Good luck with that after the short-handed Pistons, with 6-foot-9 Paul Reed as their tallest starter, reduced Karl-Anthony Towns to a relative non-entity, holding him to two points in the first half while Detroit took a 58-48 lead.
Towns got it going in the third quarter, and his final numbers (21 points, 11 rebounds) suggested he put in a solid night’s work. But the box score was a liar. Without Duren and Stewart to tangle with, Towns should’ve dominated this game. Instead, the 2015 No. 1 pick allowed the combination of Reed (making his 36th start in six NBA years) and Tolu Smith (making his eighth career start on a salary of $636,000) to outscore him by one.
Listen, the Knicks do have a little history on their side here. Detroit won three of their four regular-season games last year, and none of that made a difference in the playoffs. The Pistons made the Knicks sweat in a challenging first-round series, yet when it mattered most, Brunson defeated Detroit’s best perimeter defender, Ausar Thompson.
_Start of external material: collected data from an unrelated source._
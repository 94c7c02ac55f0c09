package chem

import "fmt"

// AdiabaticRise returns the rise in temperature if heat given off stays in the
// contents,
//
//	ΔTad = Q / (m · cp)
//
// Source: Stoessel, Thermal Safety of Chemical Processes.
func AdiabaticRise(heat Energy, mass Mass, cp SpecificHeat) (Temperature, error) {
	of := "adiabatic temperature rise"
	if err := firstError(mustBePositive(of, "mass", mass), mustBePositive(of, "heat capacity", cp)); err != nil {
		return 0, err
	}
	if !Finite(heat) {
		return 0, &DataError{Of: of, Err: ErrOutOfRange, Limit: "heat must be a number"}
	}
	return Temperature(float64(heat) / (float64(mass) * float64(cp))), nil
}

// MTSR returns the maximum temperature of the synthesis reaction, which the
// contents reach after loss of cooling,
//
//	MTSR = Tp + X · ΔTad · m(end)/m(now)
//
// where Tp is the process temperature, X the share of what was dosed that has
// not yet reacted and ΔTad the rise of the whole reaction in the final mass.
// massRatio is m(end)/m(now), at least one.
func MTSR(process Temperature, accumulated Fraction, rise Temperature, massRatio float64) (Temperature, error) {
	of := "maximum temperature of the synthesis reaction"
	if err := firstError(
		mustBePositive(of, "process temperature", process),
		mustBeShare(of, "accumulated share", accumulated, true),
	); err != nil {
		return 0, err
	}
	if !(massRatio >= 1) || !Finite(massRatio) || !(rise >= 0) || !Finite(rise) {
		return 0, &DataError{Of: of, Err: ErrOutOfRange, Limit: "the rise must not be below zero and the mass ratio not below one", Remedy: "give the final mass over the mass at the moment"}
	}
	return process + Temperature(float64(accumulated)*float64(rise)*massRatio), nil
}

// CriticalityClass returns the class 1 to 5 of a cooling failure from the order
// of MTSR, MTT (the highest temperature for technical reasons, such as the
// boiling point in an open vessel) and TD24 (where decomposition takes 24 hours
// to its maximum rate),
//
//	1  MTSR < MTT < TD24     2  MTSR < TD24 < MTT    3  MTT < MTSR < TD24
//	4  MTT < TD24 < MTSR     5  TD24 below both
//
// Equal temperatures count to the graver side. TD24 has to be measured. Source:
// Stoessel, Thermal Safety of Chemical Processes (class definitions).
func CriticalityClass(process, mtsr, mtt, td24 Temperature) (int, error) {
	of := "criticality class"
	if err := firstError(
		mustBePositive(of, "process temperature", process), mustBePositive(of, "MTSR", mtsr),
		mustBePositive(of, "MTT", mtt), mustBePositive(of, "TD24", td24),
	); err != nil {
		return 0, err
	}
	if mtsr < process {
		return 0, &DataError{
			Of: of, Err: ErrOutOfRange,
			Limit:  fmt.Sprintf("MTSR %.1f °C lies below the process temperature %.1f °C", mtsr.Celsius(), process.Celsius()),
			Remedy: "MTSR is the process temperature plus the rise of what has accumulated",
		}
	}
	switch {
	case td24 <= mtsr && td24 <= mtt:
		return 5, nil
	case td24 <= mtsr:
		return 4, nil
	case mtt <= mtsr:
		return 3, nil
	case td24 <= mtt:
		return 2, nil
	}
	return 1, nil
}

// A Severity is a grade of the damage a runaway of a size does.
type Severity int

// Severities by the adiabatic rise: below 50 K, to 200 K, to 400 K, above.
const (
	SeverityNegligible Severity = iota
	SeverityMedium
	SeverityCritical
	SeverityCatastrophic
)

// String returns the word of the four-level scale.
func (s Severity) String() string {
	return [...]string{"negligible", "medium", "critical", "catastrophic"}[s]
}

// SeverityOf grades an adiabatic rise: below 50 K negligible (if no gas forms),
// to 200 K medium, to 400 K critical, above catastrophic. Source: Stoessel,
// four-level scale; some editions print 50 to 100 K for medium and leave the gap
// open.
func SeverityOf(rise Temperature) Severity {
	switch {
	case rise > 400:
		return SeverityCatastrophic
	case rise > 200:
		return SeverityCritical
	case rise >= 50:
		return SeverityMedium
	}
	return SeverityNegligible
}

// ShortestDose returns the shortest time over which a reaction may be dosed so
// that cooling keeps up with its heat,
//
//	t = Q / q
//
// It holds while the reaction keeps up with the dosing; what accumulates goes on
// reacting afterwards. Zero heat needs no time.
func ShortestDose(heat Energy, cooling Power) (Duration, error) {
	of := "shortest dosing time"
	if err := mustBePositive(of, "cooling power", cooling); err != nil {
		return 0, err
	}
	if !(heat >= 0) || !Finite(heat) {
		return 0, &DataError{Of: of, Err: ErrOutOfRange, Limit: "heat must not be below zero", Remedy: "give the heat given off"}
	}
	return Duration(float64(heat) / float64(cooling)), nil
}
In the closing seconds of a tied Game 6, Brunson held the ball near midcourt with Thompson all over him, then dribbled to his left before hitting the brakes hard and putting the Detroit wing on skates. Brunson bounced the ball between his legs from back to front, took two dribbles to his right and launched a 3-pointer as a scrambling Thompson tried to challenge it.
Brunson stepped into the swish with 4.3 seconds left like a golfer walking a long putt into the hole, then, with three fingers extended, blew a kiss to the enemy crowd. He was kissing the Pistons goodbye with a 40-point performance that sent the Knicks into a second-round duel with the Celtics that they would win.
But this year’s Pistons and this year’s Cunningham are so much better than last year’s. And they are in complete control of the conference largely because of the old-school basketball they so dearly love to play.
“They’re the one team in the NBA right now that is really playing a totally different brand of basketball than everyone else,” said Thomas, who is currently an NBA TV analyst. “They have gone back to what I would say the old Pistons DNA has been — defense, rebounding, shot blocking and taking good shots.
“It’s a formula that goes totally against the grain of the NBA, and it’s just like we did it in the 1980s and ’90s. When Cade sees Stewart and Duren open in the post, he actually throws them the ball. They try to score two points rather than always shooting 3s. The way I was taught the game, you want to put at least one point on the board every time down the court, and the Pistons play that way. That’s why the entire city of Detroit appreciates this team.”
These Pistons aren’t exactly the Bad Boy Pistons, who went back-to-back under Chuck Daly and regularly assaulted Michael Jordan and a parade of lesser lights who dared to drive to the goal. And yet they resemble those teams enough to be considered a legitimate title threat.
The Knicks added Jose Alvarado and Jeremy Sochan for the kind of supplemental toughness and energy on defense that, in theory, should help against the Pistons. They didn’t help Thursday night, when the home team played soft and missed 3-pointers from all over the place.
“For sure, it’s not the end of the world,” Brown said.
For sure, it will feel like it in May if the Knicks don’t get a whole lot tougher between now and then.